→ Your task
Below is a listing. Quote from it, exactly, the lines from the one containing "if value in" down to the one containing "return rows", both ends included, and nothing else.

→ Record extracts
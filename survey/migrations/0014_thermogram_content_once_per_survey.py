"""The same original once per survey, enforced by the database.

Uploads that raced each other before this constraint may have stored the same bytes twice.
A later copy with no marks and no findings is removed (its stored file stays on disk and
is harmless); if a copy carries work, the migration stops and names it, so that someone
decides which to keep rather than the migration deleting measurements.
"""

from django.db import migrations, models
from django.db.models import Count


def remove_idle_duplicates(apps, schema_editor):
    Thermogram = apps.get_model("survey", "Thermogram")
    Finding = apps.get_model("survey", "Finding")
    twice = (
        Thermogram.objects.values("survey_id", "original_sha256")
        .annotate(copies=Count("id"))
        .filter(copies__gt=1)
    )
    blocked = []
    for group in twice:
        copies = Thermogram.objects.filter(
            survey_id=group["survey_id"], original_sha256=group["original_sha256"]
        ).order_by("id")
        for copy in list(copies)[1:]:
            if copy.marks.exists() or Finding.objects.filter(thermogram_id=copy.pk).exists():
                blocked.append(f"thermogram {copy.pk} ({copy.original_name})")
            else:
                copy.delete()
    if blocked:
        raise RuntimeError(
            "These thermograms repeat an original already in their survey and carry marks "
            "or findings; delete the copy you do not need, then migrate again: "
            + ", ".join(blocked)
        )


class Migration(migrations.Migration):
    dependencies = [("survey", "0013_cap_line_profiles")]

    operations = [
        migrations.RunPython(remove_idle_duplicates, migrations.RunPython.noop),
        migrations.AddConstraint(
            model_name="thermogram",
            constraint=models.UniqueConstraint(
                fields=("survey", "original_sha256"), name="thermogram_content_once_per_survey"
            ),
        ),
    ]
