REFERENCES = {
    "all": [
        "ISO 18434-1, Condition monitoring and diagnostics of machines — Thermography — "
        "Part 1: General procedures (terms of the measurement equation).",
        "ISO 10878, Non-destructive testing — Infrared thermography — Vocabulary.",
        "ASTM E1862, Standard practice for measuring and compensating for reflected "
        "temperature using infrared imaging radiometers.",
        "ASTM E1933, Standard practice for measuring and compensating for emissivity using "
        "infrared imaging radiometers.",
    ],
    "building": [
        "EN 13187 / ISO 6781, Thermal performance of buildings — Qualitative detection of "
        "thermal irregularities in building envelopes — Infrared method.",
        "ASTM C1060, Standard practice for thermographic inspection of insulation "
        "installations in envelope cavities of frame buildings.",
        "ISO 13788, Hygrothermal performance of building components — Internal surface "
        "temperature to avoid critical surface humidity (temperature factor, 80 % surface RH).",
        "ASHRAE Handbook — Fundamentals, psychrometrics (saturation vapour pressure, dew point).",
    ],
    "roof": [
        "ASTM C1153, Standard practice for location of wet insulation in roofing systems "
        "using infrared imaging.",
    ],
    "electrical": [
        "ASTM E1934, Standard guide for examining electrical and mechanical equipment with "
        "infrared thermography.",
        "NETA Maintenance Testing Specifications, thermographic survey: suggested actions "
        "by temperature difference.",
        "NFPA 70B, Standard for electrical equipment maintenance.",
        "NFPA 70E, Standard for electrical safety in the workplace.",
    ],
    "mechanical": [
        "ASTM E1934, Standard guide for examining electrical and mechanical equipment with "
        "infrared thermography.",
    ],
    "heat_loss": [
        "Churchill, S. W. and Chu, H. H. S. (1975), correlating equations for laminar and "
        "turbulent free convection, Int. J. Heat Mass Transfer 18.",
        "Incropera, F. P. et al., Fundamentals of Heat and Mass Transfer (convection "
        "correlations, radiation exchange).",
    ],
}


def conditions_rows(survey: Survey) -> list[tuple[str, str]]:
    conditions = getattr(survey, "conditions", None)
    if conditions is None:
        return []
    rows = []
    for name, label, fmt in CONDITION_ROWS:
        value = getattr(conditions, name)
        if value is not None:
            rows.append((label, fmt.format(value)))
    difference = conditions.inside_outside_difference_c
    if difference is not None:
        rows.insert(3, ("Inside–outside difference", f"{difference:.1f} K"))
    for name, label in CONDITION_FLAGS:
        value = getattr(conditions, name)
        if value in (None, ""):
            continue
        if isinstance(value, bool):
            rows.append((label, "yes" if value else "no"))
        else:
            rows.append((label, getattr(conditions, f"get_{name}_display")()))
    if conditions.notes:
        rows.append(("Notes", conditions.notes))
    return rows


def conditions_check_rows(survey: Survey) -> list[dict]:
    from survey.criteria import conditions_check

    return json_safe(conditions_check(survey))


def method_context(survey: Survey, thermograms: list, findings: list) -> dict:
    pairs = Counter()
    for thermogram in thermograms:
        pairs[(thermogram.emissivity, thermogram.reflected_c)] += 1
        for mark in thermogram.marks.all():
            if mark.emissivity is not None or mark.reflected_c is not None:
                pairs[(mark.effective_emissivity, mark.effective_reflected_c)] += 1
    tables = {}
    for finding in findings:
        if finding.criteria_table_id:
            tables[finding.criteria_table_id] = finding.criteria_table
    conditions = getattr(survey, "conditions", None)
    load_pct = conditions.load_pct if conditions else None
    return {
        "settings_used": sorted(pairs.items()),
        "criteria_tables": list(tables.values()),
        "load_pct": load_pct,
        "load_factor": (100.0 / load_pct) ** 2 if load_pct else None,
        "any_transmittance": any(t.transmittance < 1 for t in thermograms),
    }


def trend_chart(thermogram: Thermogram) -> str | None:
    """The asset's history across visits as an SVG chart, when it has been seen before."""
    if thermogram.asset_id is None:
        return None
    from survey.charts import trend_svg
    from survey.services.assets import asset_history, trend_points

    visits = asset_history(thermogram.asset)
    points, unit, title = trend_points(visits), "K", f"Rise at {thermogram.asset}"
    if sum(value is not None for _, value in points) < 2:
        points = [(visit["date"], visit["max_corrected_c"]) for visit in visits]
        unit, title = "°C", f"Hottest corrected temperature at {thermogram.asset}"
    if len(visits) < 2 or sum(value is not None for _, value in points) < 2:
        return None
    return mark_safe(trend_svg(points, 480, 200, unit, title=title))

→ Answer section
        if value in (None, ""):
            continue
        if isinstance(value, bool):
            rows.append((label, "yes" if value else "no"))
        else:
            rows.append((label, getattr(conditions, f"get_{name}_display")()))
    if conditions.notes:
        rows.append(("Notes", conditions.notes))
    return rows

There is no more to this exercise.